Ranavirus has caused mass die-offs in both captive and wild fish populations, Monsen-Collar said, and the disease could spell financial trouble for those whose livelihoods involve fish.

“In my opinion, there is a profound risk of really serious economic impact because of these kinds of pathogens,” she said.

Climate change could throw an extra wrench into the gears. Ranavirus has a temperature range where it’s optimally active and infectious, and it tends to be more infectious at higher temperatures, Monsen-Collar said—to a point. A small temperature increase could make it more likely that pathogens will infect and spread faster within organisms, but going above their limit could actually prevent infection.

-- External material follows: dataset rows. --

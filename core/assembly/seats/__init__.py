"""Seats: the named places of lines, and lines that follow the place they are set on."""

from core.assembly.seats.choices import lines_to_seat_on, own_places_of, places_of, said_place
from core.assembly.seats.datums import Datum, DatumKind, datum_named, datums_of
from core.assembly.seats.following import check_seats, seated, seated_in
from core.assembly.seats.seating import moved_to, seat_as_it_stands, with_seat, without_seat

__all__ = [
    "Datum",
    "DatumKind",
    "check_seats",
    "datum_named",
    "datums_of",
    "lines_to_seat_on",
    "moved_to",
    "own_places_of",
    "places_of",
    "said_place",
    "seat_as_it_stands",
    "seated",
    "seated_in",
    "with_seat",
    "without_seat",
]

“We don’t know. We’re all kind of waving our hands, predicting, ‘Well, we think that this could happen,’” Monsen-Collar said. “And we’re kind of just holding on to our seats, waiting to see what is going to happen.”

A 2019 study of United Kingdom common frogs predicted severe ranavirus outbreaks would occur “over wider areas and an extended season” under certain climate projections. Trent Garner, a professor at the Zoological Society of London’s Institute of Zoology and a co-author on the paper, wrote in an email that there is a “relatively linear” relationship between increasing temperature and growth rate for a specific group of ranaviruses—a group very similar to the ranaviruses responsible for the majority of amphibian deaths in North America.

The relationship between temperature and virulence is not uniform across the board, Garner said—different ranaviruses appear to flourish at different temperatures. But he nonetheless thinks climate change is having “direct and catastrophic effects” on many species of amphibians and is proceeding too fast for many of these to keep up through adaptation. 

Even if warming isn’t directly affecting the ways amphibians and ranavirus interact, “amphibians in rough shape due to climate change will undoubtedly be less able to cope with any infectious disease,” he wrote.

“While I do think that in some cases warming may mean some amphibians that are susceptible to disease caused by ranaviruses are less exposed to or better able to cope with infections, the majority of outcomes involving climate change and ranaviruses will not be to the benefit of amphibians,” he added.

Like many fields, studying wildlife disease is restricted by time and financial limitations that force researchers into decisions on what’s worthwhile. Hazard and Messyasz’s study didn’t lead to any concrete findings, despite the pair visiting their sites multiple times a year over a two-year stretch (sometimes hiking an hour just to reach a site) and using a “gold standard” DNA testing method that was also time-consuming and expensive, Hazard explained.

“How much effort do we put in for what feels like not much reward?” she said.

Instead of further sampling studies, Hazard and Monsen-Collar are collaborating with Nina Goodey and Ulrich Gubler in the Montclair State chemistry and biochemistry department to develop a method to test for ranavirus more cheaply and efficiently in the field. Hazard withheld details since the project is still in progress; the concept is strong, she said, but implementing it has turned out to be trickier than expected.

“We’re making progress, but it’s slow progress,” she said. “And part of the reason it’s slow progress is that we’re MSU, and we’ve got little pots of money, and we’ve got faculty and some undergrad and master’s level research students [in our lab group]. We are not a big, high-powered lab.”

Once this new testing method is complete, however, it could potentially serve as a building block to develop similar tests for other wildlife diseases. These applications come with questions—whether a disease is naturally occurring or human-influenced, for example, could change our imperative to do something about it, Hazard said.

“You could argue about the ethics of it,” she said. “But when I see a problem, I want to solve the problem.”